Two lines mark the range in the entries below: the one holding "rows[k] = i" and the one holding "x, phi) for". Set down those two and all lines between them, exactly.
(Beginning of TASK INPUT)
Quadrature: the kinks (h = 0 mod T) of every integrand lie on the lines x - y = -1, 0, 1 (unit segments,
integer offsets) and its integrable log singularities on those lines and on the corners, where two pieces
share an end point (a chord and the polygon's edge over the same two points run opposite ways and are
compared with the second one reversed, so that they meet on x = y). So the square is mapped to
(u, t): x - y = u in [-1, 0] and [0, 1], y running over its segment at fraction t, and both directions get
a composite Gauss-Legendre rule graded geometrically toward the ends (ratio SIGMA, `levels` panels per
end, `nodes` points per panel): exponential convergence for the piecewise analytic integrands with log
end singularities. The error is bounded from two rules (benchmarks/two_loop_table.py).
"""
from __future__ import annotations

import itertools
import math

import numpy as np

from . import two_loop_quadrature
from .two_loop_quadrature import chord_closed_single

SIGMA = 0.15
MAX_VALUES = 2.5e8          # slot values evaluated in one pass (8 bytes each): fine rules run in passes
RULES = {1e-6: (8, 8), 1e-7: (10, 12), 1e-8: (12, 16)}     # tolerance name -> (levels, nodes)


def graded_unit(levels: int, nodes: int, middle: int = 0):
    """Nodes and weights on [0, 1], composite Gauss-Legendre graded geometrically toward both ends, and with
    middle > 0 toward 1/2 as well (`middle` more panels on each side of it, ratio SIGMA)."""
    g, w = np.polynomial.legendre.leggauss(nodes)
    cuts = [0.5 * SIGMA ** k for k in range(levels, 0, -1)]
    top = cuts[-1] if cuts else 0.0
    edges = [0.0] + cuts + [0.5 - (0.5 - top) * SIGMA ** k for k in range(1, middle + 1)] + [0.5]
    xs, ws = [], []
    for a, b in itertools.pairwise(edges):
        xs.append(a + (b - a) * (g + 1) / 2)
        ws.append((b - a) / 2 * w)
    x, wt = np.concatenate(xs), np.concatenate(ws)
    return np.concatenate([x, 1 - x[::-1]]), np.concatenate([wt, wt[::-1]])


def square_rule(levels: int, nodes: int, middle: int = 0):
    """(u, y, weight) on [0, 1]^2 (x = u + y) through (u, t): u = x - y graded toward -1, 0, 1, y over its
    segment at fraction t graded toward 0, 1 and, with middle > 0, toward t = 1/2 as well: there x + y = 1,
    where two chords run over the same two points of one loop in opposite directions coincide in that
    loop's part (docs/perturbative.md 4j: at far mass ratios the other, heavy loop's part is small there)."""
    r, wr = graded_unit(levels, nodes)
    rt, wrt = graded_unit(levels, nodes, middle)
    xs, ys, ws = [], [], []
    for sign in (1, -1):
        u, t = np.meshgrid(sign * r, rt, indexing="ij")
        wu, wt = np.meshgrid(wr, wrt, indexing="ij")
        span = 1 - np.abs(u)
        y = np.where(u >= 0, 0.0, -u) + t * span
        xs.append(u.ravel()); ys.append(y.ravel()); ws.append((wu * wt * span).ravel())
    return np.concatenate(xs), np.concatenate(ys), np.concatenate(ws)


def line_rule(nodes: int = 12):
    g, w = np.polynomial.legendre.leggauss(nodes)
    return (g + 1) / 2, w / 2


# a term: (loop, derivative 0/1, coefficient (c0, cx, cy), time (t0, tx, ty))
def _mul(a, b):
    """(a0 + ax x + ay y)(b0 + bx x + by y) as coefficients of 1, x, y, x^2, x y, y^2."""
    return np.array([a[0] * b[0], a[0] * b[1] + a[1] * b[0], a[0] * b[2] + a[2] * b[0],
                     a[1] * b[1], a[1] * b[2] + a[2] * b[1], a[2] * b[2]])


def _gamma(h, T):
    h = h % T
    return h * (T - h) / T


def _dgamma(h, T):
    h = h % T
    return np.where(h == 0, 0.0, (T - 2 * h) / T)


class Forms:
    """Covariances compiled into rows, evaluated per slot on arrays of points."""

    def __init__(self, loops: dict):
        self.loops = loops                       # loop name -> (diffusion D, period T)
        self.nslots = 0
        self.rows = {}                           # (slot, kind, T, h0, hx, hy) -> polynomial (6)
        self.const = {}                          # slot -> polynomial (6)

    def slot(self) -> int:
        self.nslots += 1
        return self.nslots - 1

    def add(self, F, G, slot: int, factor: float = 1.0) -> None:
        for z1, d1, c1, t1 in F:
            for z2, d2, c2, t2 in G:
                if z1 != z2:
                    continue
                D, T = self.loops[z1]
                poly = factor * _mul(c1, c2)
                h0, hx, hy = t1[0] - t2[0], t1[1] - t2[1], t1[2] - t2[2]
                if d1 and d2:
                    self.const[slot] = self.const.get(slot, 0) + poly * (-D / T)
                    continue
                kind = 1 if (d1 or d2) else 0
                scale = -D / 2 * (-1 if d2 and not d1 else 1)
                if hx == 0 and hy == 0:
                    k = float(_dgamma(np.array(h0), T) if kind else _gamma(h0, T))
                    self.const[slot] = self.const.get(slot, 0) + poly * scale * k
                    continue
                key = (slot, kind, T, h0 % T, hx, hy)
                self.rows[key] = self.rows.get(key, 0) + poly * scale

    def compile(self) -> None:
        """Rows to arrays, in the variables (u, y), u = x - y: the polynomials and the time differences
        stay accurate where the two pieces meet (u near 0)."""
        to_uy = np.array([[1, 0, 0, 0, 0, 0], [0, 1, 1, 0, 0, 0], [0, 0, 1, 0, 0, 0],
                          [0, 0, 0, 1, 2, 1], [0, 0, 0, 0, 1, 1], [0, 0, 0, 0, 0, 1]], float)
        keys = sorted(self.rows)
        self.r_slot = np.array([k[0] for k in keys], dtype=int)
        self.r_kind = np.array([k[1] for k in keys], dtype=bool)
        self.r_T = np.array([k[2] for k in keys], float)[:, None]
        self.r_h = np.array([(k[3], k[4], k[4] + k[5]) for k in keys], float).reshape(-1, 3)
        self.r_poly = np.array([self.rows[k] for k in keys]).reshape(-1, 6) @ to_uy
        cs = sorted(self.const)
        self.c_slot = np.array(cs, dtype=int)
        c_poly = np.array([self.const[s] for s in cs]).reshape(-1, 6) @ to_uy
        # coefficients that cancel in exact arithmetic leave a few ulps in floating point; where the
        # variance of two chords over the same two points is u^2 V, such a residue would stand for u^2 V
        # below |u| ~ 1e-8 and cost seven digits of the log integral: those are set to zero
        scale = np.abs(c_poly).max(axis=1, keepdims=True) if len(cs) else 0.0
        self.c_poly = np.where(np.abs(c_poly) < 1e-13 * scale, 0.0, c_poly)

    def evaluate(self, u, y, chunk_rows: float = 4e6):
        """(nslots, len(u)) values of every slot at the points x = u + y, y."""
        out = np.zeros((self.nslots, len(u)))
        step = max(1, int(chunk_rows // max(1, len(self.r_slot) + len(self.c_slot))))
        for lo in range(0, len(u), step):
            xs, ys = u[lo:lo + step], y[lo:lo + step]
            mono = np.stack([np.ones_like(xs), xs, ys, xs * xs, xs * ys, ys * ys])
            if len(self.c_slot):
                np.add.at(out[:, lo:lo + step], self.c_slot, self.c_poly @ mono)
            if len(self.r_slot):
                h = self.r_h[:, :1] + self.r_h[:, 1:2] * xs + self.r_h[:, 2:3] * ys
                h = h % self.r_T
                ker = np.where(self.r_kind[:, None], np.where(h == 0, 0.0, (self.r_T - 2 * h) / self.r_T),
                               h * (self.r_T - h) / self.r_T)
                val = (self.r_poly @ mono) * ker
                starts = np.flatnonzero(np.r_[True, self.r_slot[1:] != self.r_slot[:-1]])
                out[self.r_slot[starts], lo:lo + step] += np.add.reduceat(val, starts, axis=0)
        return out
(End of TASK INPUT)
(Beginning of TASK INPUT)
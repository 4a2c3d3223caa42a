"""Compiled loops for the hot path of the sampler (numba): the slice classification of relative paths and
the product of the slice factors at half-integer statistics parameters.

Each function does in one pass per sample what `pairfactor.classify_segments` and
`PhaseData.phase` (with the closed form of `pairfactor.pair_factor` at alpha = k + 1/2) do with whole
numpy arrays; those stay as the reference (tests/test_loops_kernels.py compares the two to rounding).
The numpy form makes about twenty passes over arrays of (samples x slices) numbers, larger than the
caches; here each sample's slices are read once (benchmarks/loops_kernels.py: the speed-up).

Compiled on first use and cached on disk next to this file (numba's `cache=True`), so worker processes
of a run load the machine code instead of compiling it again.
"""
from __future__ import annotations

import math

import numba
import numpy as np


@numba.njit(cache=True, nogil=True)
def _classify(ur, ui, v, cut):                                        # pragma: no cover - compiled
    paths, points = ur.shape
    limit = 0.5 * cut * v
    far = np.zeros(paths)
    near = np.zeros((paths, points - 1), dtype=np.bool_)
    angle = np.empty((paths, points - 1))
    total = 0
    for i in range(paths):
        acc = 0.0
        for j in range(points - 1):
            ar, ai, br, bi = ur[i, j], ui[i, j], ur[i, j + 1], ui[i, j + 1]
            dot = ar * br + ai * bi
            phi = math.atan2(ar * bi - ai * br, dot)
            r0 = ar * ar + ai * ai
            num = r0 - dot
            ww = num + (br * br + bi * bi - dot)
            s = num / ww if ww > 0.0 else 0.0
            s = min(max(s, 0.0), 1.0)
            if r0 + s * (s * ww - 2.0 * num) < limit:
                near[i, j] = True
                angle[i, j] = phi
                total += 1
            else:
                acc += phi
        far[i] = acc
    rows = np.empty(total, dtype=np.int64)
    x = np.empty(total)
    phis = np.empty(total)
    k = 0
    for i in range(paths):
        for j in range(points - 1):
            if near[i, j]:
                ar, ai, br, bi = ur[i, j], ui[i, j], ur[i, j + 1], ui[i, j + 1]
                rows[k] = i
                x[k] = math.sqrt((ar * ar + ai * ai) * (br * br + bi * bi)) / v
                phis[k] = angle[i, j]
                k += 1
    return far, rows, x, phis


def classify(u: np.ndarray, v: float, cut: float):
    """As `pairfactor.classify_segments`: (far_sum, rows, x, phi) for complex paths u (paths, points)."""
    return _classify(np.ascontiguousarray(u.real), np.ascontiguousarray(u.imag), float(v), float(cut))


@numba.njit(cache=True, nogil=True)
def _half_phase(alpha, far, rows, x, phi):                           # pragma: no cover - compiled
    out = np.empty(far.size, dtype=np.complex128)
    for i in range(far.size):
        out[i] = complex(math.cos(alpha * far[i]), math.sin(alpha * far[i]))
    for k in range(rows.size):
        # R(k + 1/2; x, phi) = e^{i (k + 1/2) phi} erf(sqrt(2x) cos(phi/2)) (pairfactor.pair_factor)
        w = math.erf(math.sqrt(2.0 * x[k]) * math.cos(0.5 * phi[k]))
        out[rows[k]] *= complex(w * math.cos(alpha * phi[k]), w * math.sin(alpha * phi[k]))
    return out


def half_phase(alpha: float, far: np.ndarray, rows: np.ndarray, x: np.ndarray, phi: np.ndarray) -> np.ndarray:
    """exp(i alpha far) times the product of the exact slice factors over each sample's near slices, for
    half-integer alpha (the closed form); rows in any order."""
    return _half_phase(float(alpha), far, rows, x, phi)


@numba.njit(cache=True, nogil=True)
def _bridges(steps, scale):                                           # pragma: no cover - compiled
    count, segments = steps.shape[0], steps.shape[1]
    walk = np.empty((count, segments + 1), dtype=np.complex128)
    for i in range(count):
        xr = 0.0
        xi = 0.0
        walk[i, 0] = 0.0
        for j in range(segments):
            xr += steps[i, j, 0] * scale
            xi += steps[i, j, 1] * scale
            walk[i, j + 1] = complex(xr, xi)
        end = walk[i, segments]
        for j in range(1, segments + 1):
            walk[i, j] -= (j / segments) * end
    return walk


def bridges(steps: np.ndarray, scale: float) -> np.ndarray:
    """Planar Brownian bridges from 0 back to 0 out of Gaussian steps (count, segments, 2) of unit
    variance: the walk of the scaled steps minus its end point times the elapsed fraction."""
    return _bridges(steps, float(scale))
(End of TASK INPUT)
(Beginning of TASK INPUT)
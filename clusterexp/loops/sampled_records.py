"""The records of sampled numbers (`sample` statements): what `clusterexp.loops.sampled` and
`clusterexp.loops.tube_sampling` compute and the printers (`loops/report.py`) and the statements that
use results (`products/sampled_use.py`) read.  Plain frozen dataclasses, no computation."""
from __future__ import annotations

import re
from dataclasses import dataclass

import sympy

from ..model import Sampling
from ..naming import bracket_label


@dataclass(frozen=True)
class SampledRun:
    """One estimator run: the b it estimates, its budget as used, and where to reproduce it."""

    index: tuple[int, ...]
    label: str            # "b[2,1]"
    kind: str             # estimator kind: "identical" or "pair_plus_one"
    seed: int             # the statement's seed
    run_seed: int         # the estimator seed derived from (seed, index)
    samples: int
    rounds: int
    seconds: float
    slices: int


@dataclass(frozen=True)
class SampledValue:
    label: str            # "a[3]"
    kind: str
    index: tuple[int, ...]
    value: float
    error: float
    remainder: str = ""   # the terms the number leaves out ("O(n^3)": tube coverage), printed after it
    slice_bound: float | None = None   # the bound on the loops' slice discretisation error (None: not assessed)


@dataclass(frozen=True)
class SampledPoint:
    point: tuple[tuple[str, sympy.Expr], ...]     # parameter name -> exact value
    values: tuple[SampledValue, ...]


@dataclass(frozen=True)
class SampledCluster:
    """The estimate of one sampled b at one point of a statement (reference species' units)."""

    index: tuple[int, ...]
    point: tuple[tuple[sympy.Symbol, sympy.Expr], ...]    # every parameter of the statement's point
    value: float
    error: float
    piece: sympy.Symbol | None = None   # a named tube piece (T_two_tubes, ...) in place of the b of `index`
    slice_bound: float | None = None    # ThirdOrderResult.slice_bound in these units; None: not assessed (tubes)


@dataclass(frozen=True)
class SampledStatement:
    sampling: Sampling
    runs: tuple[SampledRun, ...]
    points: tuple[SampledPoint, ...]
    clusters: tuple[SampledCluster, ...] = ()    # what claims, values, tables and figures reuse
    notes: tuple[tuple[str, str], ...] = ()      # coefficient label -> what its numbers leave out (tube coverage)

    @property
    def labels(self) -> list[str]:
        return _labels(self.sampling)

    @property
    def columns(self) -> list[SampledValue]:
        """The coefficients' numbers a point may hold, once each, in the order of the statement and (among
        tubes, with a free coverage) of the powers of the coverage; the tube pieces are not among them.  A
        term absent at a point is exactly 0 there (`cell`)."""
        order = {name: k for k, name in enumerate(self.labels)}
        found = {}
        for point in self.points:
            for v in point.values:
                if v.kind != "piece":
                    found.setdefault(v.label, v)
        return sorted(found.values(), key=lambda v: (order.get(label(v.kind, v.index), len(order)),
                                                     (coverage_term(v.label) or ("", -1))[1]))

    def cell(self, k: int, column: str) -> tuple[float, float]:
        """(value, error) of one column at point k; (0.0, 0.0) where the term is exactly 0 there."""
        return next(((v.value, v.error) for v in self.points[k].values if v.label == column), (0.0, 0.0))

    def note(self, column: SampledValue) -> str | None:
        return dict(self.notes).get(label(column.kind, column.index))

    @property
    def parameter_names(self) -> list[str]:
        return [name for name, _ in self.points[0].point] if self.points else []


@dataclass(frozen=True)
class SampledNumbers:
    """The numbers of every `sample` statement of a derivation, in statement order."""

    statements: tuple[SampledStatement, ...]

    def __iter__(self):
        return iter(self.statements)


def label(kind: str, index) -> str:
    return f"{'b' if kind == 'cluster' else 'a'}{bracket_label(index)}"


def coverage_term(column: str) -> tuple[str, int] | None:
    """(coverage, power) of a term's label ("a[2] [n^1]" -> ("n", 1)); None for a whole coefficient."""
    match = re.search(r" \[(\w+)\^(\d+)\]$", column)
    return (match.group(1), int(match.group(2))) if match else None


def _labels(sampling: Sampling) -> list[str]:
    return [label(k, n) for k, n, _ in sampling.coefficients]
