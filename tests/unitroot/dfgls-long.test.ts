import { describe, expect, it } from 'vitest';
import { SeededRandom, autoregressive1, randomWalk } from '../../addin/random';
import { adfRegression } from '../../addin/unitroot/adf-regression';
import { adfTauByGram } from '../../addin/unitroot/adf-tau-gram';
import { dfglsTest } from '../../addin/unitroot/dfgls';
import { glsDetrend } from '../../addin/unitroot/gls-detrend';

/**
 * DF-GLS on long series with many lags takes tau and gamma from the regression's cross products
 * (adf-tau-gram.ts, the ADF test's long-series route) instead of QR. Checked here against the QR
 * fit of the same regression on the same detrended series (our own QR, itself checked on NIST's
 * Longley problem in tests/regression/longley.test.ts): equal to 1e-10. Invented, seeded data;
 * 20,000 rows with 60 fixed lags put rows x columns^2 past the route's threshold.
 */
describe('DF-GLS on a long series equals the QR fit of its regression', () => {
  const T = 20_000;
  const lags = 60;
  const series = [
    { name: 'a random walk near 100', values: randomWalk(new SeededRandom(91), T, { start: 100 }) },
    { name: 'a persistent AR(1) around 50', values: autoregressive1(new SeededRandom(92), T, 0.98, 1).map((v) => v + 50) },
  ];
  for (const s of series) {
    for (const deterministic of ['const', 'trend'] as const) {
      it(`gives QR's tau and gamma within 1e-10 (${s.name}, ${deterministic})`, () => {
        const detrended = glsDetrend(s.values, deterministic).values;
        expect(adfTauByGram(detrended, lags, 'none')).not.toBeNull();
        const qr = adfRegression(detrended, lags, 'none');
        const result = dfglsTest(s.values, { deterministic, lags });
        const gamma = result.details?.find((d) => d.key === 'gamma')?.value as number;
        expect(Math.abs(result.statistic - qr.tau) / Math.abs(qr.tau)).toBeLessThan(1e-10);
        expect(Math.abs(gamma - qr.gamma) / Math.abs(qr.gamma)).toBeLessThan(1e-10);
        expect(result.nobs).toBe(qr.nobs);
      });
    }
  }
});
(End of TASK INPUT)
# ANSWER SECTION:
                rows[k] = i
                x[k] = math.sqrt((ar * ar + ai * ai) * (br * br + bi * bi)) / v
                phis[k] = angle[i, j]
                k += 1
    return far, rows, x, phis


def classify(u: np.ndarray, v: float, cut: float):
    """As `pairfactor.classify_segments`: (far_sum, rows, x, phi) for complex paths u (paths, points)."""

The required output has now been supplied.